Adding to its earlier decision, the justices have made it clear that even the state’s castle doctrine doesn’t give individuals a right to defend themselves against officers entering their homes and then use that as a defense in court.

A five-page decision came down Tuesday morning in Richard L. Barnes v. State,  No. 82S05-1007-CR-343, with the justices granting a rehearing petition that follows the court’s May 12 ruling.

In this Vanderburgh Superior case, Richard Barnes appealed his misdemeanor convictions of battery on a law enforcement officer, resisting law enforcement, and disorderly conduct. Police responded to a 911 call by Barnes’ wife concerning domestic violence, and when they arrived the man was in the parking lot but went back inside his apartment to retrieve some personal items before leaving. When officers tried to enter, Barnes told them they couldn’t and blocked them. An officer attempted to come inside, and Barnes shoved him against the wall and a struggle ensued. He was charged and found guilty.

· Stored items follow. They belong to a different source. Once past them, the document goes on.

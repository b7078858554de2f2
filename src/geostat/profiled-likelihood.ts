import { type CovarianceFamily, correlationFunction } from './covariance/families.js';
import type { FieldGeometry } from './field-data.js';
import { type Criterion, FieldLikelihood, type FieldParameters } from './likelihood.js';
import { VecchiaLikelihood } from './vecchia-likelihood.js';

/** What a fit asks of a likelihood of one field with the trend profiled out: `FieldLikelihood` documents each. */
export interface ProfiledLikelihood {
  evaluate(z: Float64Array, parameters: FieldParameters): number;
  /** Where the value for a multiple of V costs no factorisation; missing where it does. */
  rescaled?(factor: number): number;
  readonly weights: Float64Array;
  crossWithWeights(a: Float64Array): number;
  derivatives(gradient: Float64Array, information: Float64Array): void;
  diagonalOfQ(out: Float64Array): void;
}

/** The exact likelihood, or Vecchia's where the geometry has conditioning sets. */
export function createLikelihood(
  geometry: FieldGeometry,
  family: CovarianceFamily,
  errorVariance: Float64Array,
  criterion: Criterion = 'restricted',
): ProfiledLikelihood {
  const correlation = correlationFunction(family);
  const { conditioning } = geometry;
  return conditioning === null
    ? new FieldLikelihood(geometry, correlation, errorVariance, criterion)
    : new VecchiaLikelihood(geometry, conditioning, correlation, errorVariance, criterion);
}
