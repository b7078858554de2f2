/** Neighbours kept for each place; a search that finds all of them excluded looks at every place instead. */
const KEPT = 8;

/** Nearest places by straight distance, with some left out: what nearest-station predictions need again and again. */
export interface Neighbours {
  readonly count: number;
  /**
   * The nearest other place that is not excluded, −1 where none is left. Among equal distances the place
   * given first.
   * @param excluded 1 for each place left out
   */
  nearest(place: number, excluded: Uint8Array): number;
  /** Straight distance between two places, km. */
  distanceKm(a: number, b: number): number;
}

/** @param positionsKm count × 3, row-major */
export function findNeighbours(positionsKm: Float64Array): Neighbours {
  const count = positionsKm.length / 3;
  const kept = Math.min(KEPT, count - 1);
  const lists = new Int32Array(count * kept);
  for (let i = 0; i < count; i++) keepNearest(positionsKm, i, lists.subarray(i * kept, (i + 1) * kept));
  return {
    count,
    nearest(place, excluded) {
      for (let k = 0; k < kept; k++) {
        const candidate = lists[place * kept + k];
        if (excluded[candidate] === 0) return candidate;
      }
      return scan(positionsKm, place, excluded);
    },
    distanceKm: (a, b) => Math.sqrt(squaredDistance(positionsKm, a, b)),
  };
}

/** Writes the nearest places of `place`, nearest first, by insertion. */
function keepNearest(positionsKm: Float64Array, place: number, out: Int32Array): void {
  const distances = new Float64Array(out.length).fill(Number.POSITIVE_INFINITY);
  const count = positionsKm.length / 3;
  for (let j = 0; j < count; j++) {
    if (j === place) continue;
    const d = squaredDistance(positionsKm, place, j);
    if (!(d < distances[out.length - 1])) continue;
    let at = out.length - 1;
    for (; at > 0 && d < distances[at - 1]; at--) {
      distances[at] = distances[at - 1];
      out[at] = out[at - 1];
    }
    distances[at] = d;
    out[at] = j;
  }
}

function scan(positionsKm: Float64Array, place: number, excluded: Uint8Array): number {
  let best = -1;
  let bestDistance = Number.POSITIVE_INFINITY;
  for (let j = 0; j < excluded.length; j++) {
    if (j === place || excluded[j] !== 0) continue;
    const d = squaredDistance(positionsKm, place, j);
    if (d < bestDistance) {
      best = j;
      bestDistance = d;
    }
  }
  return best;
}

function squaredDistance(positionsKm: Float64Array, a: number, b: number): number {
  const dx = positionsKm[3 * a] - positionsKm[3 * b];
  const dy = positionsKm[3 * a + 1] - positionsKm[3 * b + 1];
  const dz = positionsKm[3 * a + 2] - positionsKm[3 * b + 2];
  return dx * dx + dy * dy + dz * dz;
}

Barnes appealed, challenging the trial court’s refusal to give his tendered jury instruction on the right of a citizen to reasonably resist unlawful entry into the citizen’s home, and the sufficiency of the evidence. The Court of Appeals ordered a new trial on the battery and resisting charges.

Previously, the justices affirmed his convictions and voted 3-2 that Indiana no longer recognizes a common law right to resist police. Justices Robert Rucker and Brent Dickson dissented at that time because they felt the ruling went too far.

But re-examining the case and issues, the court pointed out: “The petitions for rehearing, advanced by thoughtful people, have convinced us that the appropriate course is to grant rehearing and speak further on the law of this case.”

In this new decision, Justice Rucker dissented on the merits as he had previously, while Justice Dickson concurred in result with Chief Justice Randall Shepard and Justices Steven David and Frank Sullivan.

Attorneys for both sides asked the justices to reconsider their decision, the public reacted to the ruling through an opposition rally at the Indiana Statehouse, and a legislative summer study subcommittee looked at whether lawmakers should examine that issue in the future.

Writing that the holding does no more than bring Indiana common law in stride with jurisdictions that “value promoting safety in situations where police and homeowners interact,” Justice David noted that the central question in this case is whether the defendant was entitled to tell a jury that a common law right to defend one’s home against invasion was a defense against Indiana’s statute criminalizing violence against police officers.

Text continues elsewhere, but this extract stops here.